Make sure your spinach is clean if not from a package.
Combine 1 (or however much you want) diced shallot and 1/2 cup balsamic vinaigrette in another bowl. Slowly whisk in 1 cup olive oil and add s&p to taste. Yum.
The recipe wants you to dress the beets in one bowl and the spinach in another and then put the spinach on the plate and the beets on top. I did it this way but now I feel that it would be OK to just put it all in the same bowl and dress it in that bowl. But do it whichever way you want, then sprinkle the walnuts and the "crumbled" (I find goat cheese just smushes together, so I had to do it little bit by bit off a butter knife) goat cheese.
Realize you forgot to put the dill on the beets like it called for so sprinkle that on the top too.
This turns out to be very yummy! Beets are my new friend.

adapted from http://www.napanet.net/~dennis/recipes/96sb.html


Tortilla soup, fancy dinner out, gnocchi, and scallops s on the way, I promise.

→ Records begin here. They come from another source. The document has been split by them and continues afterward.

class ResonanceResults(PointNotes):
    """The sweep's per-resonance arrays (flat point x resonance), filled chunk by chunk in any order."""

    def __init__(self, spec: ResonanceScan):
        self.spec = spec
        n = spec.n_points
        self.values = {f: np.full((n, 0), 0 if f == "bound" else np.nan, np.int8 if f == "bound" else float)
                       for f in RES_FIELDS}
        self.solved = np.zeros(n, np.int8)
        self.count = np.zeros(n, np.int32)
        self.done = np.zeros(n, bool)
        self.messages: dict[int, list[str]] = {}

    def add(self, rec: dict) -> int:
        idx = np.asarray(rec["index"], dtype=np.int64)
        self.done[idx] = True
        self.solved[idx], self.count[idx] = rec["solved"], rec["count"]
        counts = np.asarray(rec["count"], np.int64)
        need = int(counts.max()) if counts.size else 0
        have = self.values["energy"].shape[1]
        if need > have:
            for f, a in self.values.items():
                fill = 0 if f == "bound" else np.nan
                self.values[f] = np.concatenate([a, np.full((a.shape[0], need - have), fill, a.dtype)], axis=1)
        rows = np.repeat(idx, counts)
        cols = np.concatenate([np.arange(c) for c in counts]) if counts.size else np.zeros(0, np.int64)
        for f in RES_FIELDS:
            self.values[f][rows, cols.astype(np.int64)] = np.asarray(rec[f])
        self.keep_notes(rec)
        return int(idx.size)

    def arrays(self) -> dict:
        shape = self.spec.shape
        n_r = self.values["energy"].shape[1]
        out: dict[str, Any] = {"resonance": np.arange(n_r)}
        for f, name in RES_FIELDS.items():
            out[name] = self.values[f].reshape(shape + (n_r,))
        out["solved"] = self.solved.reshape(shape)
        out["resonance_count"] = self.count.reshape(shape)
        return out


def plan_resonance_sweep(case, axes, fixed, window, max_width, chunk=None) -> ResonanceScan:
    """Check a resonance sweep before any work: the corner points are valid cases."""
    import itertools

    fixed = {k: v for k, v in (fixed or {}).items() if k not in {a.name for a in axes}}
    for corner in itertools.islice(itertools.product(*[(a.values[0], a.values[-1]) for a in axes]), 64):
        case.with_params(**{**fixed, **{a.name: float(v) for a, v in zip(axes, corner)}})
    spec = ResonanceScan(case.text, case.path, dict(case.tables), dict(fixed), tuple(axes),
                         (float(window[0]), float(window[1])), max_width, chunk)
    return ResonanceScan(**{**spec.__dict__, "key": _key(spec)})


# ------------------------------------------------------------- transmission
#: per-energy fields of a transmission sweep record (archive variable names)
T_FIELDS = ("transmission", "transmission_error", "reflection", "log10_transmission", "unitarity_defect",
            "incident_open")


@dataclass(frozen=True)
class TransmissionScan(OnAxes):
    """T(E), R(E) at ``n`` even energies from ``lo`` to ``hi`` at every point of ``axes`` (plain data)."""

    case_text: str
    case_path: str | None
    tables: dict
    fixed: dict
    axes: tuple
    energies: tuple[float, float, int]
    incident: str
    chunk: int | None = None
    key: str = field(default="", compare=False)

    what = "transmission sweep"
    verb = "sweeping"
    max_chunk = 20

    @property
    def energy(self) -> np.ndarray:
        lo, hi, n = self.energies
        return np.linspace(lo, hi, int(n))

    def identity(self) -> dict:
        from fdsolver._version import __version__

        return {"study": "transmission sweep", "fdsolver": __version__, "case_text": self.case_text,
                "case_tables": self.tables, "fixed": self.fixed,
                "axes": self.axes_identity(),
                "energies": [float(v) for v in self.energies], "incident": self.incident}

    def solve_points(self, base, indices) -> dict:
        from fdsolver.continuum.scan import fixed_grid

        n, n_e = len(indices), int(self.energies[2])
        out: dict[str, Any] = {"index": np.asarray(indices, dtype=np.int64), "solved": np.zeros(n, np.int8)}
        for f in T_FIELDS:
            out[f] = np.full((n, n_e), 0 if f == "incident_open" else np.nan)
        messages = []
        lo, hi, _ = self.energies
        for j, flat in enumerate(indices):
            point = self.point(flat)
            where = ", ".join(f"{k} = {v:.10g}" for k, v in point.items())
            try:
                case = base.with_params(**{**self.fixed, **point})
                tr = fixed_grid(case.potential, lo, hi, n_e, incident=self.incident, domain=case.domain)
            except CaseError as err:
                messages.append([int(flat), f"at {where}: {err.message}"])
                continue
            out["solved"][j] = 1
            vals = {"transmission": tr.transmission, "transmission_error": tr.transmission_error,
                    "reflection": tr.reflection, "log10_transmission": tr.log_transmission / np.log(10.0),
                    "unitarity_defect": tr.unitarity_defect, "incident_open": tr.open}
            for f in T_FIELDS:
                out[f][j] = np.asarray(vals[f], float)
            messages.extend([int(flat), f"at {where}: {m}"] for m in tr.notes)
        out["messages"] = messages
        return out

    def collector(self) -> TransmissionResults:
        return TransmissionResults(self)
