def transmit(case, energies=None, *, incident: str | None = None, vary: str | Sequence[str] = (), output=None,
             resume: bool = False, restart: bool = False, executor=None, workers: int | None = None,
             cluster: str | None = None, scheduler: str | None = None, chunk: int | None = None, progress=None,
             action: str | None = None) -> xr.Dataset:
    """T(E) and R(E) of ``case`` (kind ``transmission``), every resonance in the range found and resolved.

    ``energies``: ``"LO:HI"`` (an adaptive grid that samples every resonance
    in the range, whatever its width) or ``"LO:HI:N"`` (exactly N even
    energies); default: the case's ``[transport] energies``, else from just
    above the incident asymptote to 1.5 times the structure's height.
    ``incident``: ``"left"`` (default) or ``"right"``.  With ``vary``
    (``"NAME=START:STOP:COUNT"``, as for :func:`sweep`) T(E) is computed at
    every point of the swept params through the scan runner, on one common
    grid: ``energies`` must then give a count (``"LO:HI:N"``); ``output``,
    ``resume``, ``restart``, ``executor``, ``workers``, ``cluster``,
    ``scheduler``, ``chunk`` and ``progress`` as for :func:`sweep`.
    """
    from fdsolver.continuum.options import energies_of, incident_of

    case = _case(case)
    texts = _texts(vary)
    if texts:
        side = incident_of(case, incident)
        return _transmit_sweep(case, texts, energies_of(case, energies, side), side, energies, output=output,
                               resume=resume, restart=restart, executor=executor, workers=workers, cluster=cluster,
                               scheduler=scheduler, chunk=chunk, progress=progress, action=action)
    ds = transmit_record_of(case, energies, incident=incident, resume=resume, restart=restart, action=action).dataset()
    if output is not None:
        from fdsolver.io.archive import write_dataset

        write_dataset(ds, output)
    return ds


def transmit_record_of(case, energies=None, *, incident: str | None = None, resume: bool = False,
                       restart: bool = False, action: str | None = None) -> Record:
    """:func:`transmit` of one structure (no ``vary``) without building the Dataset (no xarray import): the
    archive's variables and attributes."""
    from fdsolver.continuum.options import energies_of, incident_of
    from fdsolver.continuum.scan import fixed_grid, transmission_scan
    from fdsolver.io.datasets import transmission_record

    case = _case(case)
    side = incident_of(case, incident)
    lo, hi, n, src = energies_of(case, energies, side)
    if resume or restart:
        raise CaseError("--resume and --restart continue a sweep (--vary); one T(E) has no checkpoint",
                        key="--resume" if resume else "--restart")

    def run():
        if n is None:
            return transmission_scan(case.potential, lo, hi, incident=side, domain=case.domain)
        return fixed_grid(case.potential, lo, hi, n, incident=side, domain=case.domain)

    try:
        tr = run()
    except CaseError as err:
        if err.key == "energies":  # name the option or table key the range came from, and both asymptotes
            raise CaseError(_below_asymptotes(case, lo, hi, side) or err.message, file=src.file or case.path,
                            key=src.key) from None
        raise err.located(file=case.path) from None
    grid = (f"{n} even energies" if n is not None else
            f"adaptive: {tr.energy.size} energies (every pole in the range sampled uniformly in its phase)")
    text = action or f"transmit {_where(case)}" + (f" --energies {energies}" if energies else "")
    return transmission_record(case, transmission_values(tr), stamp(text), incident=side, method=tr.method,
                               grid=grid, notes=tr.notes)


def _transmit_sweep(case, texts, span, side, energies, *, output, resume, restart, executor, workers, cluster,
                    scheduler, chunk, progress, action):
    """:func:`transmit` over swept params (one common grid of N even energies) through the runner."""
    from fdsolver.io.datasets import transmission_dataset
    from fdsolver.io.specs import KINDS
    from fdsolver.scans.axes import parse_axes
    from fdsolver.scans.continuum import plan_transmission_sweep
    from fdsolver.scans.runner import run

    lo, hi, n, src = span
    if n is None:
        raise CaseError(f"a sweep needs one common energy grid: give a count, e.g. {lo:g}:{hi:g}:201",
                        file=src.file or case.path, key=src.key)
    msg = _below_asymptotes(case, lo, hi, side)
    if msg:
        raise CaseError(msg, file=src.file or case.path, key=src.key)
    _scan_checks(output, resume, restart, chunk)
    axes = parse_axes(texts, case, "--vary", reserved=KINDS["transmission"].names())
    spec = plan_transmission_sweep(case, axes, dict(case.overrides), (lo, hi, n), side, chunk)
    base = case.with_params(**spec.fixed) if spec.fixed else case
    text = action or f"transmit {_where(case)}" + (f" --energies {energies}" if energies else "") + \
        "".join(f" --vary {t}" for t in texts)

    def finish(results, history):
        return transmission_dataset(base, results.arrays(), history, incident=side,
                                    method="exact per segment (constant and Airy cells) or nested cells with "
                                           "Richardson; complex march from the transmitted side",
                                    grid=f"{n} even energies at every point", notes=results.notes(), axes=axes)

    return _run_on(executor, workers, cluster, scheduler,
                   lambda ex: run(spec, ex, finish, action=text, output=output, resume=resume, restart=restart,
                                  progress=progress))


def resonances(case, window=None, *, max_width=None, vary: str | Sequence[str] = (), output=None,
               resume: bool = False, restart: bool = False, executor=None, workers: int | None = None,
               cluster: str | None = None, scheduler: str | None = None, chunk: int | None = None, progress=None,
               action: str | None = None) -> xr.Dataset:
    """Resonances (S-matrix poles E_r - i Gamma/2) and bound states in an energy window (kind ``resonances``).

    ``window``: ``"LO:HI"`` or ``(lo, hi)`` (case energy unit); default: the
    case's ``[transport] window``, else the lowest to the highest V of the
    structure.  ``max_width``: the widest pole searched (default the window's
    width).  With ``vary`` (``"NAME=START:STOP:COUNT"``, as for
    :func:`sweep`) the window is searched at every point of the swept params
    through the scan runner (``output``, ``resume``, ``restart``,
    ``executor``, ``workers``, ``cluster``, ``scheduler``, ``chunk`` and
    ``progress`` as for :func:`sweep`); resonances are numbered from the low
    end of the window at each point.
    """
    from fdsolver.continuum.options import positive_energy, window_of
    from fdsolver.io.datasets import resonances_dataset

    case = _case(case)
    texts = _texts(vary)
    if not texts:
        ds = resonances_record_of(case, window, max_width=max_width, resume=resume, restart=restart,
                                  action=action).dataset()
        if output is not None:
            from fdsolver.io.archive import write_dataset

            write_dataset(ds, output)
        return ds
    if isinstance(window, (tuple, list)):
        window = f"{window[0]!r}:{window[1]!r}"
    lo, hi, _ = window_of(case, window)
    width = positive_energy(case, "max_width", max_width, "--max-width")
    text = action or f"resonances {_where(case)}" + (f" --window {window}" if window else "") + \
        "".join(f" --vary {t}" for t in texts)
    from fdsolver.io.specs import KINDS
    from fdsolver.scans.axes import parse_axes
    from fdsolver.scans.continuum import plan_resonance_sweep
    from fdsolver.scans.runner import run

    _scan_checks(output, resume, restart, chunk)
    axes = parse_axes(texts, case, "--vary", reserved=KINDS["resonances"].names())
    spec = plan_resonance_sweep(case, axes, dict(case.overrides), (lo, hi), width, chunk)
    base = case.with_params(**spec.fixed) if spec.fixed else case

    def finish(results, history):
        return resonances_dataset(base, results.arrays(), history, window=(lo, hi),
                                  max_width=width if width is not None else hi - lo, notes=results.notes(), axes=axes,
                                  fixed=spec.fixed)

    return _run_on(executor, workers, cluster, scheduler,
                   lambda ex: run(spec, ex, finish, action=text, output=output, resume=resume, restart=restart,
                                  progress=progress))


def resonances_record_of(case, window=None, *, max_width=None, resume: bool = False, restart: bool = False,
                         action: str | None = None) -> Record:
    """:func:`resonances` in one window (no ``vary``) without building the Dataset (no xarray import): the
    archive's variables and attributes."""
    from fdsolver.continuum.options import positive_energy, window_of
    from fdsolver.continuum.resonances import find_resonances
    from fdsolver.io.datasets import resonances_record
    from fdsolver.scans.continuum import resonance_arrays

    case = _case(case)
    if isinstance(window, (tuple, list)):
        window = f"{window[0]!r}:{window[1]!r}"
    lo, hi, _ = window_of(case, window)
    width = positive_energy(case, "max_width", max_width, "--max-width")
    text = action or f"resonances {_where(case)}" + (f" --window {window}" if window else "")
    if resume or restart:
        raise CaseError("--resume and --restart continue a sweep (--vary); one window has no checkpoint",
                        key="--resume" if resume else "--restart")
    res = _located(case, lambda: find_resonances(case.potential, (lo, hi), max_width=width, domain=case.domain))
    values = {**resonance_arrays(res), "solved": 1, "resonance_count": len(res)}
    notes = [n for n in res.notes if not n.startswith("no resonance")]  # the table says so itself
    return resonances_record(case, values, stamp(text), window=(lo, hi), max_width=res.max_width, notes=notes)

Saturday, January 15, 2005

Quick Lunch #1.

One thing I recently realized with some degree of surprise is that my idea of quick, easy, and cheap foods has completely changed. Ramen is now only for hangovers, never for dinner; I haven't had boxed mac&cheese in months. The purchase of an old used George Foreman grill at my favorite store Hardwick's has facilitated delicious and inexpensive grilled sammiches, as follows:
Choose from among the following ingredients:
  • fresh basil or pesto (homemade or otherwise) or green sauce
  • fresh tomatoes
  • shallots sauteed in a tiny bit of olive oil and some balsamic vinegar (does this mean carmelized? I've been calling it carmelized but I might have made that up)
  • mushrooms sauteed in olive oil and balsamic vinegar
  • cheeses: yummy flagship cheese from Beecher's at the market; havarti; fontina; chevre; gorgonzola; mozzarella ...
  • whatever else you have in your fridge that might be delicious on a sammich - grilled eggplant slices, meat (if you are so inclined, but make it good meat - not bologna or similar), hummus, etc.

    It also helps to use good bread. It turns out that Safeway's 99-cent italian bread does not toast very well, or rather, it toasts extremely well and turns into a big crunchy thing that hurts to bite into. Keep it in the freezer if you don't make this often enough, but slice it before you freeze it for much easier sammiches.

    Brush olive oil on both sides of each slice of bread, unless you are putting pesto or something with olive oil in it on one side. Pile on your ingredients. I always put the cheese right next to the bread so it can get melty. Stick the whole thing in the grill and carefully (so as not to slide the top off) lift the lid up and place it straight down on the top of the sammich. Since this grill is old it helps to check the sammich partway through and turn it - not flip it, but turn it, because the middle of the grill is hotter than the edges and one edge of the bread will be toastier.

    Serve with soup if you want - Progresso Lentil is a good option, plus you can garnish it (!) with the rest of your sauteed shallots.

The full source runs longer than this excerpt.